BEGIN
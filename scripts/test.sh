#!/usr/bin/env bash
# Builds rotcap and runs the whole test suite (unit, verification, end-to-end) with ctest, then
# the fast tests again in a sanitized build (scripts/test-sanitized.sh; skipped with
# ROTCAP_SKIP_SANITIZED=1). Extra arguments go to both ctest runs.
set -euo pipefail
cd "$(dirname "$0")/.."
bash scripts/build.sh
# One BLAS and one OpenMP thread per test process: ctest runs one test per core at once, and the
# runs are then reproducible to the bit whatever the machine's core count. The core count is read
# before the export: GNU nproc honours OMP_NUM_THREADS (with it set to 1, ctest ran one test at a time).
jobs="$(nproc)"
export OPENBLAS_NUM_THREADS=1 OMP_NUM_THREADS=1
ctest --test-dir build --output-on-failure -j "$jobs" "$@"
if [[ "${ROTCAP_SKIP_SANITIZED:-0}" != 1 ]]; then
  bash scripts/test-sanitized.sh "$@"
fi
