#!/usr/bin/env bash
# Builds the AFL++ tree (build-fuzz: afl-clang-fast++, ASan + UBSan, ROTCAP_FUZZ=ON) and fuzzes one
# harness of fuzz/ for a given time, at the lowest CPU priority (nice 19).
#
#   scripts/fuzz.sh case|msh SECONDS [--resume]
#
# case: fuzz_case_file (case-file text -> CaseInput); msh: fuzz_gmsh_reader (MSH text -> GmshMesh).
# Seeds: the stored corpus (tests/data/fuzz_corpus/<harness>/) plus the repository's case files
# (cases/, tests/data/) or meshes. Findings go to build-fuzz/out-<harness>/default/{crashes,hangs};
# afl's counters to build-fuzz/out-<harness>/default/fuzzer_stats. --resume continues that output
# folder instead of starting from the seeds. The case harness runs in build-fuzz/work-case, which
# holds copies of the repository's meshes so that [model] mesh = "plate.msh" exists there.
# Run one fuzzer at a time on a shared machine.
set -euo pipefail
cd "$(dirname "$0")/.."
root="$PWD"
harness="${1:-}" seconds="${2:-}" resume="${3:-}"
case "$harness" in
  case) target=fuzz_case_file ;;
  msh) target=fuzz_gmsh_reader ;;
  *) echo "usage: scripts/fuzz.sh case|msh SECONDS [--resume]" >&2; exit 2 ;;
esac
[[ "$seconds" =~ ^[0-9]+$ ]] || { echo "SECONDS must be a whole number" >&2; exit 2; }
command -v afl-fuzz >/dev/null || { echo "afl-fuzz not found (Debian: apt-get install afl++)" >&2; exit 2; }

build="$root/build-fuzz"
export AFL_USE_ASAN=1 AFL_USE_UBSAN=1
if [[ ! -f "$build/CMakeCache.txt" ]]; then
  mkdir -p "$build"
  CC=afl-clang-fast CXX=afl-clang-fast++ cmake -S . -B "$build" -DCMAKE_BUILD_TYPE=RelWithDebInfo \
    -DROTCAP_FUZZ=ON >"$build/configure.log" 2>&1 || { cat "$build/configure.log"; exit 1; }
fi
nice -n 19 cmake --build "$build" -j 2 --target "$target"

seeds="$build/seeds-$harness"
rm -rf "$seeds"
mkdir -p "$seeds"
if [[ "$harness" == case ]]; then
  find cases tests/data -name '*.toml' -not -path 'tests/data/fuzz_corpus/*' | while read -r f; do
    cp "$f" "$seeds/$(echo "$f" | tr / _)"
  done
  work="$build/work-case"
  mkdir -p "$work"
  find cases tests/data -name '*.msh' -not -path 'tests/data/fuzz_corpus/*' -exec cp {} "$work/" \;
else
  find cases tests/data -name '*.msh' -not -path 'tests/data/fuzz_corpus/*' | while read -r f; do
    cp "$f" "$seeds/$(echo "$f" | tr / _)"
  done
  work="$build/work-msh"
  mkdir -p "$work"
fi
stored="tests/data/fuzz_corpus/$harness"
if [[ -d "$stored" ]]; then
  find "$stored" -maxdepth 1 -type f \( -name '*.toml' -o -name '*.msh' \) -exec cp {} "$seeds/" \;
fi

out="$build/out-$harness"
input="$seeds"
if [[ "$resume" == --resume && -d "$out/default" ]]; then
  input=-
elif [[ -n "$resume" ]]; then
  echo "nothing to resume in $out" >&2; exit 2
else
  rm -rf "$out"
fi
# Dictionary of the format's words: helps the mutator past keyword and section checks.
dict="$root/fuzz/$harness.dict"
dict_args=()
[[ -f "$dict" ]] && dict_args=(-x "$dict")
cd "$work"
# Hangs: an input is a hang after 1 s (a reader call takes well under a millisecond).
AFL_SKIP_CPUFREQ=1 AFL_NO_AFFINITY=1 AFL_NO_UI=1 AFL_IGNORE_PROBLEMS=1 nice -n 19 \
  afl-fuzz -i "$input" -o "$out" -t 1000 -V "$seconds" "${dict_args[@]}" -- "$build/fuzz/$target"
END
> _What is being asked_: Look over the data above and show each line that contains "machine".

> _Result of this task_:
# runs are then reproducible to the bit whatever the machine's core count. The core count is read
# Run one fuzzer at a time on a shared machine.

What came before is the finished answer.